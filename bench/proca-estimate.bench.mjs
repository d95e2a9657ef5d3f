// The accumulation bound of one Proca integration by the extrapolation loop
// (packages/regge-wheeler/src/proca/greybody.ts, SINGLE_SOLVE_CHARGE): the
// error of Γ against tol-1e-12 Cash–Karp solves, divided by the charged steps
// (chargedSteps: at least 40) × step tolerance, from the start the solve
// takes (singleStartOffset), over 84 modes (every sector, l ≤ 6, Mω 0.1–3, v = 0.05–0.995) at
// step tolerances 1e-10, 1e-11, 1e-12. The charge must stay above the largest
// ratio printed. Run after `npm run build`: node bench/proca-estimate.bench.mjs
import { procaGreybody } from '@penumbra/regge-wheeler';
import { chargedSteps, integrateProca, sectorModel, singleStartOffset } from '@penumbra/regge-wheeler/internal';
import { fmt, table } from './lib.mjs';

const modes = [];
for (const [l, omega] of [
  [0, 0.1],
  [0, 0.3],
  [0, 1.2],
  [1, 0.3],
  [1, 0.8],
  [2, 0.5],
  [2, 1.5],
  [4, 1],
  [6, 3],
]) {
  for (const f of [0.1, 0.6, 0.95, 0.9987]) {
    for (const pol of l === 0 ? ['monopole'] : ['odd', 'even-1', 'even-2']) modes.push([pol, l, omega, f * omega]);
  }
}
let worst = 0;
let fallbacks = 0;
const rows = [];
for (const [pol, l, omega, mu] of modes) {
  // reference: Cash–Karp at tol 1e-12, or 1e-11 where 1e-12 is out of its reach (then only errors above 1e-11 count)
  const problem = { field: { spin: 1, mass: mu }, l, omega, polarization: pol };
  let ref;
  let floor = 1e-12;
  try {
    ref = procaGreybody(problem, { tol: 1e-12, integrator: 'cash-karp' });
  } catch {
    ref = procaGreybody(problem, { tol: 1e-11, integrator: 'cash-karp' });
    floor = 1e-11;
    fallbacks++;
  }
  const sector = pol === 'odd' ? 'odd' : pol === 'monopole' ? 'monopole' : 'even';
  const index = pol === 'even-2' ? 1 : 0;
  for (const s of [1e-10, 1e-11, 1e-12]) {
    const model = sectorModel(sector, l, omega, mu);
    const r = integrateProca(model, { startOffset: singleStartOffset(model), stepTolerance: s });
    const err = Math.abs(r.gammas[index] / ref.gamma - 1);
    const ratio = err / (chargedSteps(r.steps) * s);
    // below the floor the reference's own error dominates
    if (err > floor) worst = Math.max(worst, ratio);
    rows.push([pol, l, omega, fmt(mu, 4), s, r.steps, r.rhsEvaluations, fmt(err), fmt(ratio)]);
  }
}
rows.sort((x, y) => Number(y[8]) - Number(x[8]));
console.log(
  table(['pol', 'l', 'Mω', 'Mμ', 'step tol', 'steps', 'RHS', 'error of Γ', 'error/(charged steps·tol)'], rows.slice(0, 15)),
);
console.log(
  `${modes.length} modes × 3 step tolerances (${fallbacks} references at tol 1e-11): largest error/(charged steps × step tolerance) ${fmt(worst)} (charged 3)`,
);
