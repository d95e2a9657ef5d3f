// The phase-form carry of the Proca far solutions alone (carryFarSolutions,
// packages/regge-wheeler/src/proca/farPhase.ts), even sector (two channels) near threshold:
// CPU time per carry of this build against a baseline build (PROCA_BASELINE, default /tmp/base-e7f),
// interleaved batches of 5 ms, best of 40 each, on the same inputs: the far start radius and step tolerance of the
// default route (singleExtrapolationSolve at tol 1e-10), the series solutions there, carried in to the
// default phase radius with the default slack. Prints the ratio and the largest relative difference of the
// carried solutions (each entry against the largest entry of its column); then Γ of even-1 and even-2
// (procaGreybody, default options) of both builds and their relative difference.
// Run after `npm run build`: node bench/proca-carry.bench.mjs
import { fmt, leastCpuMsPerCall, table } from './lib.mjs';

const here = new URL('../packages/regge-wheeler/dist/proca/', import.meta.url).pathname;
const baseDir = `${process.env.PROCA_BASELINE ?? '/tmp/base-e7f'}/packages/regge-wheeler/dist/proca/`;
const load = async (dir) => ({
  ...(await import(`${dir}farPhase.js`)),
  ...(await import(`${dir}sectors.js`)),
  ...(await import(`${dir}series.js`)),
  ...(await import(`${dir}integrate.js`)),
  ...(await import(`${dir}greybody.js`)),
});
const builds = [await load(here), await load(baseDir)];
const greybodies = [
  await import(new URL('../packages/regge-wheeler/dist/proca/greybody.js', import.meta.url).pathname),
  await import(`${baseDir}greybody.js`),
];

const setup = (lib, l, omega, mu) => {
  const model = lib.sectorModel('even', l, omega, mu);
  const solve = lib.singleExtrapolationSolve(model, 1e-10, lib.procaSpan(model));
  const stepTol = solve.stepTolerance;
  const rStart = solve.fine.farStartRadius;
  const target = lib.farTruncation(stepTol);
  const far = [0, 1].map((c) => lib.outgoingFarSolution(model, c, rStart, target));
  const rEnd = lib.defaultPhaseRadius(model);
  const run = () => lib.carryFarSolutions(model, far, rStart, rEnd, stepTol, [], lib.PHASE_SLACK);
  return { run, stepTol, rStart, rEnd };
};

/** Near-threshold even-sector modes (l, Mω, Mμ) of the carry timing and the Γ comparison. */
const MODES = [
  [1, 0.3, 0.2996],
  [2, 0.8, 0.799],
  [2, 0.8, 0.792],
  [3, 1.5, 1.498],
  [3, 1.5, 1.485],
];

const rows = [];
for (const [l, omega, mu] of MODES) {
  const [a, b] = builds.map((lib) => setup(lib, l, omega, mu));
  const ca = a.run();
  const cb = b.run();
  let diff = 0;
  for (let col = 0; col < 2; col++) {
    const entries = (c) => [...c.far[col].u, ...c.far[col].p];
    const ea = entries(ca);
    const eb = entries(cb);
    const scale = Math.max(...eb.map((z) => Math.hypot(z[0], z[1])));
    for (let i = 0; i < ea.length; i++) diff = Math.max(diff, Math.hypot(ea[i][0] - eb[i][0], ea[i][1] - eb[i][1]) / scale);
  }
  for (let i = 0; i < 300; i++) {
    a.run();
    b.run();
  }
  let ta = Infinity;
  let tb = Infinity;
  for (let round = 0; round < 40; round++) {
    ta = Math.min(ta, leastCpuMsPerCall(a.run, 1, 5));
    tb = Math.min(tb, leastCpuMsPerCall(b.run, 1, 5));
  }
  const v = Math.sqrt(1 - (mu / omega) ** 2);
  rows.push([
    l,
    omega,
    mu,
    fmt(v, 3),
    fmt(a.stepTol, 2),
    fmt(a.rStart, 4),
    fmt(ca.endRadius, 4),
    `${ca.steps}/${cb.steps}`,
    fmt(ta * 1000, 3),
    fmt(tb * 1000, 3),
    fmt(tb / ta, 3),
    fmt(diff, 2),
  ]);
}
console.log(
  table(
    ['l', 'Mω', 'Mμ', 'v', 'step tol', 'r start', 'r end', 'intervals new/base', 'µs new', 'µs base', 'base/new', 'max rel diff'],
    rows,
  ),
);

const gammaRows = [];
for (const [l, omega, mu] of MODES) {
  for (const polarization of ['even-1', 'even-2']) {
    const problem = { field: { spin: 1, mass: mu }, l, omega, polarization };
    const [a, b] = greybodies.map((g) => g.procaGreybody(problem).gamma);
    gammaRows.push([
      l,
      omega,
      mu,
      polarization,
      'default',
      a.toExponential(12),
      b.toExponential(12),
      fmt(Math.abs(a / b - 1), 2),
    ]);
  }
  // one integration with the carry forced to the default phase radius (step tolerance 1e-11)
  const [fa, fb] = builds.map((lib) => {
    const model = lib.sectorModel('even', l, omega, mu);
    const controls = {
      startOffset: lib.singleStartOffset(model),
      stepTolerance: 1e-11,
      phaseRadius: lib.defaultPhaseRadius(model),
    };
    return lib.integrateProca(model, controls).gammas;
  });
  for (let i = 0; i < 2; i++) {
    gammaRows.push([
      l,
      omega,
      mu,
      `even-${i + 1}`,
      'carry forced',
      fa[i].toExponential(12),
      fb[i].toExponential(12),
      fmt(Math.abs(fa[i] / fb[i] - 1), 2),
    ]);
  }
}
console.log();
console.log(table(['l', 'Mω', 'Mμ', 'polarisation', 'route', 'Γ new', 'Γ base', '|ΔΓ|/Γ'], gammaRows));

--- Try it ---
Only one part of the material above is to be transcribed, namely the lines starting with the line that has "const modes = [];" and going on through the line that has "if (err > floor)", exactly as they stand.

--- The completed task ---
const modes = [];
for (const [l, omega] of [
  [0, 0.1],
  [0, 0.3],
  [0, 1.2],
  [1, 0.3],
  [1, 0.8],
  [2, 0.5],
  [2, 1.5],
  [4, 1],
  [6, 3],
]) {
  for (const f of [0.1, 0.6, 0.95, 0.9987]) {
    for (const pol of l === 0 ? ['monopole'] : ['odd', 'even-1', 'even-2']) modes.push([pol, l, omega, f * omega]);
  }
}
let worst = 0;
let fallbacks = 0;
const rows = [];
for (const [pol, l, omega, mu] of modes) {
  // reference: Cash–Karp at tol 1e-12, or 1e-11 where 1e-12 is out of its reach (then only errors above 1e-11 count)
  const problem = { field: { spin: 1, mass: mu }, l, omega, polarization: pol };
  let ref;
  let floor = 1e-12;
  try {
    ref = procaGreybody(problem, { tol: 1e-12, integrator: 'cash-karp' });
  } catch {
    ref = procaGreybody(problem, { tol: 1e-11, integrator: 'cash-karp' });
    floor = 1e-11;
    fallbacks++;
  }
  const sector = pol === 'odd' ? 'odd' : pol === 'monopole' ? 'monopole' : 'even';
  const index = pol === 'even-2' ? 1 : 0;
  for (const s of [1e-10, 1e-11, 1e-12]) {
    const model = sectorModel(sector, l, omega, mu);
    const r = integrateProca(model, { startOffset: singleStartOffset(model), stepTolerance: s });
    const err = Math.abs(r.gammas[index] / ref.gamma - 1);
    const ratio = err / (chargedSteps(r.steps) * s);
    // below the floor the reference's own error dominates
    if (err > floor) worst = Math.max(worst, ratio);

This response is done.